-- RECORDS FOR THIS EXERCISE follows --

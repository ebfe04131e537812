import { QueryTypes } from 'sequelize';
import { z } from 'zod';
import { idParams } from '../../shared/schemas/common';
import { toMicro } from '../../shared/runs/samples';
import { loadRigContext } from '../acquisition/rig-context';
import { EDITORS, STAFF } from '../auth/permissions';
import { badRequest, notFound } from '../http/errors';
import { route } from '../http/route';
import { CORRECTION_ACTIONS, SampleCorrection, correctedValues } from '../models/correction';
import { Run } from '../models/run';
import { audited } from '../services/audit';
import { assertRunUnlocked } from '../services/signoff';

/** A correction of one archived reading; `valueMm` (the gauge reading it should have been) only with 'correct-value'. */
export const correctionInput = z
  .strictObject({
    seq: z.number().int().positive(),
    action: z.enum(CORRECTION_ACTIONS),
    valueMm: z.number().min(-1000).max(1000).optional(),
    reason: z.string().trim().min(3).max(500),
  })
  .superRefine((v, ctx) => {
    if (v.action === 'correct-value' && v.valueMm === undefined) ctx.addIssue({ code: 'custom', path: ['valueMm'], message: 'required to correct a value' });
    if (v.action === 'mark-faulty' && v.valueMm !== undefined) ctx.addIssue({ code: 'custom', path: ['valueMm'], message: 'not allowed when marking a reading faulty' });
  });

interface SampleAt {
  seq: number;
  tMs: number;
  channel: number;
  value: number | null;
  status: number;
}

const sql = () => Run.sequelize!;

async function sampleBySeq(runId: number, seq: number): Promise<SampleAt | null> {
  const [row] = (await sql().query('SELECT seq, t_ms AS tMs, channel, value, status FROM samples WHERE run_id = ? AND seq = ?', {
    replacements: [runId, seq],
    type: QueryTypes.SELECT,
  })) as SampleAt[];
  return row ? { ...row, seq: Number(row.seq), tMs: Number(row.tMs) } : null;
}

/** The rig channels a run recorded (none for a run without a rig, e.g. an imported one). */
async function runChannels(run: Run) {
  return run.rigId === null ? [] : (await loadRigContext(run.rigId)).rig.channels;
}

/** Per channel, the last archived sample at or before `tMs` (one short index walk back per channel, never a scan of the run). */
async function readingsAt(run: Run, tMs: number): Promise<SampleAt[]> {
  const channelCount = (await runChannels(run)).length;
  const rows = await Promise.all(
    Array.from({ length: channelCount }, (_, channel) => channel).map(
      async (channel) =>
        (
          (await sql().query('SELECT seq, t_ms AS tMs, channel, value, status FROM samples WHERE run_id = ? AND channel = ? AND t_ms <= ? ORDER BY t_ms DESC, seq DESC LIMIT 1', {
            replacements: [run.id, channel, tMs],
            type: QueryTypes.SELECT,
          })) as SampleAt[]
        )[0],
    ),
  );
  return rows.filter((r): r is SampleAt => r !== undefined).map((r) => ({ ...r, seq: Number(r.seq), tMs: Number(r.tMs) }));
}

async function requireRun(runId: number): Promise<Run> {
  const run = await Run.findByPk(runId);
  if (!run) throw notFound('Run');
  return run;
}

export const correctionRoutes = [
  route({
    method: 'get',
    path: '/api/runs/:id/corrections',
    access: STAFF,
    summary: 'Every correction of the run’s readings, oldest first',
    params: idParams,
    handler: async ({ params }) => {
      await requireRun(params.id);
      return { items: (await SampleCorrection.findAll({ where: { runId: params.id }, order: [['id', 'ASC']] })).map((c) => c.toDto()) };
    },
  }),
  route({
    method: 'post',
    path: '/api/runs/:id/corrections',
    access: EDITORS,
    summary: 'Mark an archived reading faulty or correct its value (kept beside the original, audited)',
    params: idParams,
    body: correctionInput,
    handler: async ({ params, body, user }) => {
      const run = await requireRun(params.id);
      const sample = await sampleBySeq(run.id, body.seq);
      if (!sample) throw notFound(`Sample ${body.seq} of run ${run.id}`);
      if (body.action === 'correct-value') {
        const channels = await runChannels(run);
        if (channels[sample.channel]?.role !== 'gauge') throw badRequest('seq: only a gauge reading can be given a new value (mark others faulty)', 'seq');
      }
      const previous = (await correctedValues(run.id)).get(sample.seq);
      const correction = await audited(
        async (t) => {
          await assertRunUnlocked(run.id, t);
          return SampleCorrection.create(
            {
              runId: run.id,
              seq: sample.seq,
              channel: sample.channel,
              tMs: sample.tMs,
              action: body.action,
              originalValue: sample.value,
              newValue: body.valueMm === undefined ? null : toMicro(body.valueMm),
              reason: body.reason,
              userId: user!.id,
              userName: user!.name,
              at: new Date(),
            },
            { transaction: t },
          );
        },
        (c) => ({
          userId: user!.id,
          entity: 'sample',
          entityId: `${run.id}:${c.seq}`,
          action: c.action,
          before: { value: previous === undefined ? sample.value : previous },
          after: { value: c.newValue },
          reason: c.reason,
        }),
      );
      return correction.toDto();
    },
  }),
  route({
    method: 'get',
    path: '/api/runs/:id/readings-at',
    access: STAFF,
    summary: 'Per channel, the last archived reading at or before a run time, with its correction',
    params: idParams,
    query: z.object({ tMs: z.coerce.number().int() }),
    handler: async ({ params, query }) => {
      const run = await requireRun(params.id);
      const [rows, corrected] = await Promise.all([readingsAt(run, query.tMs), correctedValues(run.id)]);
      return {
        tMs: query.tMs,
        items: rows.map((r) => ({ ...r, ...(corrected.has(r.seq) ? { correctedValue: corrected.get(r.seq) ?? null, faulty: corrected.get(r.seq) === null } : {}) })),
      };
    },
  }),
];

-- RECORDS FOR THIS EXERCISE concluded --

**AIM OF THE TASK**
Go through the entries above and copy every line containing "handler".

**ANSWER FOR THIS EXERCISE**
    handler: async ({ params }) => {
    handler: async ({ params, body, user }) => {
    handler: async ({ params, query }) => {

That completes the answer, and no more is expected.